:: Problem to solve ::
If a line in the entries includes "ribbonmap", show that line.

:: Entries supplied ::
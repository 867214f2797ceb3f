//! Hamming codes checked by their defining property, computed in the test on
//! integers: every encoder output is a codeword that the decoder returns
//! unchanged; the decoder corrects every single-bit error of every codeword
//! (exhaustive over data words for (7,4) and (15,11), random data words for
//! the longer codes); SEC-DED decoders flag every double error and no single
//! one. Code lengths (7,4), (15,11), (31,26), (63,57) are the perfect
//! Hamming codes (common practice).

mod generate_support;

use generate_support::{evaluate, exhaustive, port_buses, random};
use ribbonmap::generate::{generate, Family, Params};

fn hamming(data: u32, style: &str) -> ribbonmap::network::Network {
    generate(Family::Hamming, &Params::new(data).with_style(style)).unwrap()
}

/// Data words to try: all of them up to 11 bits, else 256 random ones.
fn data_words(data: u32) -> Vec<u128> {
    let vectors = if data <= 11 {
        exhaustive(&[data])
    } else {
        random(&[data], 256, u64::from(data))
    };
    vectors.into_iter().map(|v| v[0]).collect()
}

/// Independent syndrome check: for each parity position 2^j, the XOR of all
/// codeword bits whose 1-based position has bit j set must be 0.
fn is_codeword(word: u128, length: u32) -> bool {
    let mut syndrome = 0u32;
    for pos in 1..=length {
        if (word >> (pos - 1)) & 1 == 1 {
            syndrome ^= pos;
        }
    }
    syndrome == 0
}

#[test]
fn codes_have_the_perfect_lengths() {
    for (k, n) in [(4u32, 7u32), (11, 15), (26, 31), (57, 63)] {
        let (_, outs) = port_buses(&hamming(k, "encoder"));
        assert_eq!(outs, vec![("c".to_string(), n)]);
        let (_, outs) = port_buses(&hamming(k, "secded-encoder"));
        assert_eq!(outs, vec![("c".to_string(), n + 1)]);
        let (ins, outs) = port_buses(&hamming(k, "secded-decoder"));
        assert_eq!(ins, vec![("c".to_string(), n + 1)]);
        assert_eq!(
            outs,
            vec![("d".to_string(), k), ("double_error".to_string(), 1)]
        );
    }
}

#[test]
fn single_errors_are_corrected() {
    for (k, n) in [
        (4u32, 7u32),
        (11, 15),
        (26, 31),
        (57, 63),
        (8, 12),
        (16, 21),
    ] {
        let encoder = hamming(k, "encoder");
        let decoder = hamming(k, "decoder");
        let data = data_words(k);
        let codes: Vec<u128> =
            evaluate(&encoder, &data.iter().map(|&d| vec![d]).collect::<Vec<_>>())
                .into_iter()
                .map(|o| o[0])
                .collect();
        // Every code word passes the independent syndrome check, and distinct
        // data give distinct code words.
        assert!(codes.iter().all(|&c| is_codeword(c, n)), "({n},{k})");
        // Distinct data words (random ones may repeat) give distinct code
        // words.
        let mut pairs: Vec<(u128, u128)> =
            data.iter().copied().zip(codes.iter().copied()).collect();
        pairs.sort_unstable();
        pairs.dedup();
        let mut distinct_codes: Vec<u128> = pairs.iter().map(|p| p.1).collect();
        distinct_codes.sort_unstable();
        distinct_codes.dedup();
        assert_eq!(
            distinct_codes.len(),
            pairs.len(),
            "({n},{k}): equal code words"
        );
        // Exhaustive codes: the minimum distance of a Hamming code is 3
        // (common practice), checked over every pair of code words.
        if k <= 11 {
            let least = codes
                .iter()
                .enumerate()
                .flat_map(|(i, &x)| codes[i + 1..].iter().map(move |&y| (x ^ y).count_ones()))
                .min()
                .unwrap();
            assert_eq!(least, 3, "({n},{k}) minimum distance");
        }
        // Received words: unchanged and every single-bit flip.
        let mut received = Vec::new();
        let mut expected = Vec::new();
        for (&c, &d) in codes.iter().zip(&data) {
            received.push(vec![c]);
            expected.push(d);
            for bit in 0..n {
                received.push(vec![c ^ (1 << bit)]);
                expected.push(d);
            }
        }
        let decoded = evaluate(&decoder, &received);
        for ((r, out), want) in received.iter().zip(&decoded).zip(&expected) {
            assert_eq!(out[0], *want, "({n},{k}) received {:#x}", r[0]);
        }
    }
}

#[test]
fn secded_corrects_single_and_flags_double_errors() {
    for (k, n) in [(4u32, 8u32), (11, 16), (26, 32), (57, 64)] {
        let encoder = hamming(k, "secded-encoder");
        let decoder = hamming(k, "secded-decoder");
        let mut data = data_words(k);
        data.truncate(if k <= 4 { 16 } else { 24 });
        let codes: Vec<u128> =
            evaluate(&encoder, &data.iter().map(|&d| vec![d]).collect::<Vec<_>>())
                .into_iter()
                .map(|o| o[0])
                .collect();
        for &c in &codes {
            assert_eq!(c.count_ones() % 2, 0, "overall parity is even");
            assert!(is_codeword(c & ((1 << (n - 1)) - 1), n - 1));
        }
        let mut received = Vec::new();
        let mut expected = Vec::new(); // (data, double_error)
        for (&c, &d) in codes.iter().zip(&data) {
            received.push(vec![c]);
            expected.push((d, 0));
            for i in 0..n {
                received.push(vec![c ^ (1 << i)]);
                expected.push((d, 0));
                for j in i + 1..n {
                    received.push(vec![c ^ (1 << i) ^ (1 << j)]);
                    expected.push((u128::MAX, 1));
                }
            }
        }
        let decoded = evaluate(&decoder, &received);
        for ((r, out), &(d, double)) in received.iter().zip(&decoded).zip(&expected) {
            assert_eq!(out[1], double, "({n},{k}) received {:#x}", r[0]);
            if double == 0 {
                assert_eq!(out[0], d, "({n},{k}) received {:#x}", r[0]);
            }
        }
    }
}
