//! `ribbonmap generate` driven as a binary: output to standard output and to
//! files, the format following the extension, and exit code 2 with a
//! one-line error for bad families, styles and widths (docs/exit-codes.md).

use assert_cmd::Command;
use predicates::prelude::*;

fn ribbonmap() -> Command {
    Command::cargo_bin("ribbonmap").unwrap()
}

#[test]
fn writes_blif_to_standard_output() {
    ribbonmap()
        .args(["generate", "adder", "--width", "4", "--carry-in"])
        .assert()
        .success()
        .stdout(predicate::str::starts_with(
            "# adder, width 4, style ripple, carry-in, written by ribbonmap\n",
        ))
        .stdout(predicate::str::contains(
            ".inputs a[0] a[1] a[2] a[3] b[0] b[1] b[2] b[3] cin",
        ))
        .stdout(predicate::str::contains(
            ".outputs s[0] s[1] s[2] s[3] s[4]",
        ));
}

#[test]
fn writes_files_in_the_format_of_the_extension() {
    let dir = tempfile::tempdir().unwrap();
    for (file, first) in [
        ("m.v", "// multiplier, width 4, style dadda"),
        ("m.blif", "# multiplier, width 4, style dadda"),
    ] {
        let path = dir.path().join(file);
        ribbonmap()
            .args([
                "generate",
                "multiplier",
                "-w",
                "4",
                "--style",
                "dadda",
                "-o",
            ])
            .arg(&path)
            .assert()
            .success()
            .stdout("");
        let text = std::fs::read_to_string(&path).unwrap();
        assert!(text.starts_with(first), "{text}");
    }
}

#[test]
fn shifter_is_an_alias() {
    ribbonmap()
        .args(["generate", "shifter", "--width", "8"])
        .assert()
        .success()
        .stdout(predicate::str::contains("barrel-shifter, width 8"));
}

#[test]
fn bad_requests_exit_2_with_one_line() {
    for args in [
        vec!["generate", "adders", "--width", "8"],
        vec!["generate", "adder", "--width", "8", "--style", "fast"],
        vec!["generate", "adder", "--width", "0"],
        vec!["generate", "majority", "--width", "8"],
        vec!["generate", "parity", "--width", "8", "--carry-in"],
        vec!["generate", "adder"],
        vec!["generate", "adder", "--width", "8", "-o", "out.txt"],
    ] {
        ribbonmap().args(&args).assert().code(2).stdout("").stderr(
            predicate::str::starts_with("error: ")
                .and(predicate::function(|s: &str| s.lines().count() == 1)),
        );
    }
}

#[test]
fn list_names_every_family() {
    ribbonmap()
        .args(["generate", "--list"])
        .assert()
        .success()
        .stdout(
            predicate::str::contains("barrel-shifter")
                .and(predicate::str::contains("secded-decoder")),
        );
}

:: Written solution ::
use ribbonmap::generate::{generate, Family, Params};
fn hamming(data: u32, style: &str) -> ribbonmap::network::Network {
//! `ribbonmap generate` driven as a binary: output to standard output and to
fn ribbonmap() -> Command {
    Command::cargo_bin("ribbonmap").unwrap()
    ribbonmap()
            "# adder, width 4, style ripple, carry-in, written by ribbonmap\n",
        ribbonmap()
    ribbonmap()
        ribbonmap().args(&args).assert().code(2).stdout("").stderr(
    ribbonmap()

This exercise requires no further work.